United States District Court, M.D. Florida, Orlando Division

July 23, 2019

LYNNE M. GIBSON, Plaintiff,
v.
JETBLUE AIRWAYS CORP., Defendant.

          ORDER

          THOMAS B. SMITH UNITED STATES MAGISTRATE JUDGE

         This employment discrimination case comes before the Court without a hearing on Defendant JetBlue Airways Corporation's Renewed Unopposed Motion to File Materials Under Seal (Doc. 70). Defendant seeks leave of Court to file under seal, for summary judgment purposes, a portion of its People Department Recommendation and Findings concerning the analysis of data to determine why Defendant was losing students during training (Id., ¶ 5). Defendant represents that this information is “highly sensitive proprietary and competitive business information [that] is of little significance to the public” (Id., ¶ 5). Plaintiff does not oppose the motion (Id., at 4).

         “The filing of documents under seal is disfavored by the Court.” Graphic Packaging International, Inc. v. C.W. Zumbiel Co., No. 3:10-cv-891-J-JBT, 2010 WL 6790538, at *1 (M.D. Fla. Oct. 28, 2010). “Once a matter is brought before a court for resolution, it is no longer solely the parties' case, but also the public's case.” Brown v. Advantage Engineering, Inc., 960 F.2d 1013, (11th Cir. 1992). While the parties to a lawsuit “have protectable privacy interests in confidential information disclosed through discovery, ” once the information becomes a judicial record or public document, the public has a common-law right to inspect and copy the information. In re Alexander Grant & Co. Litigation, 820 F.2d 352, 355 (11th Cir. 1987). “The judge is the primary representative of the public interest in the judicial process and is duty-bound therefore to review any request to seal the record (or part of it). He may not rubber stamp a stipulation to seal the record.” Estate of Martin Luther King, Jr., Inc. v. CBS, Inc., No. CIV.1:96-cv-3052-WCO, 184 F.Supp.2d 1353, 1363 (N.D.Ga. Feb. 15, 2002) (quoting Citizens First Nat'l Bank of Princeton v. Cincinnati Ins. Co., 178 F.3d 943, 945 (7th Cir. 1999)). “[I]t is the rights of the public, an absent third party, which are preserved by prohibiting closure of public records, unless unusual circumstances exist.” Wilson v.
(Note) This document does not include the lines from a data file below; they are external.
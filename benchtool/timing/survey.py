"""What the levels are found from: a part of the samples, and the range of all of them."""

from __future__ import annotations

from dataclasses import replace

import numpy as np

from benchtool.frozen import frozen_record
from benchtool.model.arrays import FloatArray, middle, quantile, without_repeats
from benchtool.model.capture import Waveform
from benchtool.timing.pieces import Piece, walk_pieces
from benchtool.timing.rows import ROW
from benchtool.timing.sampling import sample_runs
from benchtool.timing.tally import Tally

WHOLE = 1 << 20
"""Samples up to which a record is taken as a whole."""

_SEEN = 0.05  # of the range of a sampled part: what all samples may exceed it by


@frozen_record(eq=False)
class Survey:
    """A part of the samples, and the range of all as far as it is known.

    Attributes:
        runs: Contiguous runs of finite samples in volts.
        values: All of them, shape (n,).
        ordered: The same in order of size.
        least, greatest: Extremes in volts.
        step_v: Code step in volts, 0 where none is known or found.
        code_low_v, code_high_v: Ends of the code range, where the samples are integers.
        is_whole: Whether the extremes are those of all samples.
    """

    runs: tuple[FloatArray, ...]
    values: FloatArray
    ordered: FloatArray
    least: float
    greatest: float
    step_v: float
    code_low_v: float | None
    code_high_v: float | None
    is_whole: bool

    def of_runs(self, runs: tuple[FloatArray, ...]) -> Survey:
        """Return a survey of other runs of the trace, with their own extremes."""
        values = np.concatenate(runs)
        ordered = np.sort(values)
        return replace(
            self,
            runs=runs,
            values=values,
            ordered=ordered,
            least=float(ordered[0]),
            greatest=float(ordered[-1]),
        )

    def share_between(self, low_v: float, high_v: float) -> float:
        """Return the share of samples strictly between two values."""
        ends = (self.ordered.searchsorted(low_v, "right"), self.ordered.searchsorted(high_v))
        return max(0, int(ends[1] - ends[0])) / self.ordered.size

    def at_share(self, share: float) -> float:
        """Return the value below which lies a share of the samples, as ``quantile`` does."""
        place = share * (self.ordered.size - 1)
        low = int(place)
        high = min(low + 1, self.ordered.size - 1)
        step = self.ordered[high] - self.ordered[low]
        return float(self.ordered[low] + (place - low) * step)


def survey_samples(waveform: Waveform) -> Survey:
    """Return all samples of a short record, and of a long one runs spread over it."""
    n = sum(span.stop - span.start for span in waveform.spans)
    runs = _all_runs(waveform) if n <= WHOLE else sample_runs(waveform)
    return _survey(waveform, runs, is_whole=n <= WHOLE)


def exceeds(waveform: Waveform, survey: Survey, tally: Tally) -> bool:
    """Tell whether samples lie clear outside the range that levels were found in."""
    if survey.is_whole or tally.greatest < tally.least:
        return False
    if not survey.values.size:
        return True
    least, greatest = tally.volts(waveform.scale)
    margin = _SEEN * (survey.greatest - survey.least)
    return least < survey.least - margin or greatest > survey.greatest + margin


def widen(waveform: Waveform, survey: Survey, tally: Tally) -> Survey:
    """Return the survey with the range of all samples.

    Where no sampled one lies in one half of it, the waveform is walked for those that do.
    """
    least, greatest = tally.volts(waveform.scale)
    empty = _empty_half(survey, least, greatest)
    if empty is not None:
        survey = _survey(waveform, (*survey.runs, *_inside(waveform, empty)), is_whole=True)
    return replace(survey, least=least, greatest=greatest, is_whole=True)


def _all_runs(waveform: Waveform) -> tuple[FloatArray, ...]:
    gain, offset = waveform.scale.gain, waveform.scale.offset
    runs: list[FloatArray] = []
    for span in waveform.spans:
        blocks = [b.astype(np.float64) for b in waveform.samples.blocks(span.start, span.stop)]
        values = np.concatenate([np.empty(0), *blocks])
        present = values[np.isfinite(values)] * gain + offset
        if present.size:
            runs.append(present)
    return tuple(runs)


def _empty_half(survey: Survey, least: float, greatest: float) -> tuple[float, float] | None:
    """Return the half of a range in which no sample was kept, if there is one."""
    middle_v = (least + greatest) / 2
    if not survey.values.size:
        return least, greatest
    if survey.ordered[-1] <= middle_v:
        return middle_v, greatest
    if survey.ordered[0] >= middle_v:
        return least, middle_v
    return None


def _inside(waveform: Waveform, extent_v: tuple[float, float]) -> tuple[FloatArray, ...]:
    """Return the samples in a range of volts, as many as are taken of a whole record."""
    gain, offset = waveform.scale.gain, waveform.scale.offset
    low, high = sorted((v - offset) / gain for v in extent_v)
    runs: list[FloatArray] = []
    room = WHOLE
    for piece in walk_pieces(waveform):
        volts = _piece_inside(piece, low, high) * gain + offset
        kept = volts[(volts >= extent_v[0]) & (volts <= extent_v[1])][:room]
        if kept.size:
            runs.append(kept)
            room -= kept.size
        if room <= 0:
            break
    return tuple(runs)


def _piece_inside(piece: Piece, low: float, high: float) -> FloatArray:
    """Return the rows of a piece that reach into a range of codes."""
    reaching = (piece.rows.greatest >= low - 1) & (piece.rows.least <= high + 1)
    starts = reaching.nonzero()[0] * ROW
    parts = [piece.values[start : start + ROW].astype(np.float64) for start in starts]
    return np.concatenate([np.empty(0), *parts])


def _survey(waveform: Waveform, runs: tuple[FloatArray, ...], *, is_whole: bool) -> Survey:
    values = np.concatenate([np.empty(0), *runs])
    ordered = np.sort(values)
    step_v, ends = _codes(waveform, ordered)
    return Survey(
        runs=runs,
        values=values,
        ordered=ordered,
        least=float(ordered[0]) if ordered.size else np.inf,
        greatest=float(ordered[-1]) if ordered.size else -np.inf,
        step_v=step_v,
        code_low_v=ends[0] if ends else None,
        code_high_v=ends[1] if ends else None,
        is_whole=is_whole,
    )


def _codes(waveform: Waveform, ordered: FloatArray) -> tuple[float, list[float] | None]:
    """Return the code step, and of integers the ends of their range, in volts."""
    scale, dtype = waveform.scale, waveform.samples.dtype
    step_v = scale.step_v or 0.0
    if dtype.kind in "iu":
        info = np.iinfo(np.dtype(dtype.str))
        ends = sorted(float(x) * scale.gain + scale.offset for x in (info.min, info.max))
        return step_v or abs(scale.gain), ends
    return step_v or find_step(ordered), None


def find_step(ordered: FloatArray) -> float:
    """Return the code step of printed or floating samples, 0 where they lie on no grid.

    Args:
        ordered: Samples in volts in order of size, shape (n,).
    """
    unique = without_repeats(ordered)
    if unique.size < 4 or unique.size > max(16, ordered.size // 4):
        return 0.0
    gaps = np.diff(unique)
    step = middle(gaps[gaps <= 1.5 * quantile(gaps, 0.05)])
    ratio = gaps / step
    off_grid = np.abs(ratio - np.round(ratio)) > 0.25
    return step if float(np.mean(off_grid)) < 0.05 else 0.0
American Motors Corp., 759 F.2d 1568, 1570 (11th Cir. 1985).

         The public's right of access may be overcome by a showing of “good cause” sufficient for the granting of a protective order pursuant to Fed.R.Civ.P. 26(c) (“The court may, for good cause, issue an order to protect a party or person form annoyance, embarrassment, oppression, or undue burden or expense …”). “'Good cause' is a well established legal phrase. Although difficult to define in absolute terms, it generally signifies a sound basis or legitimate need to take judicial action.” In re Alexander Grant & Co. Litigation, 820 F.2d at 356. Factors the Court may consider in determining the existence of good cause include: “(1) the severity and the likelihood of the perceived harm; (2) the precision with which the order is drawn; (3) the availability of a less onerous alternative; and (4) the duration of the order.” Id. (quoting Kleiner v. First National Bank of Atlanta, 751 F.2d 1193, 1205 (11th Cir. 1985).

         The Eleventh Circuit has “superimposed a somewhat more demanding balancing or interests approach to the” good cause requirement in Rule 26(c). Farnsworth v. Procter & Gamble Co., 758 F.2d 1545, 1547 (11th Cir. 1985). This means that before making its decision, the court has a duty to balance the public's right of access against the party's interest in confidentiality. “In balancing the public interest in accessing court documents against a party's interest in keeping the information confidential, courts consider, among other facts, whether allowing access would impair court functions or harm legitimate privacy interests, the degree of and likelihood of injury if made public, the reliability of the information, whether there will be an opportunity to respond to the information, whether the information concerns public officials or public concerns, and the availability of a less onerous alternative to sealing the documents.” Romero, 480 F.3d at 1246.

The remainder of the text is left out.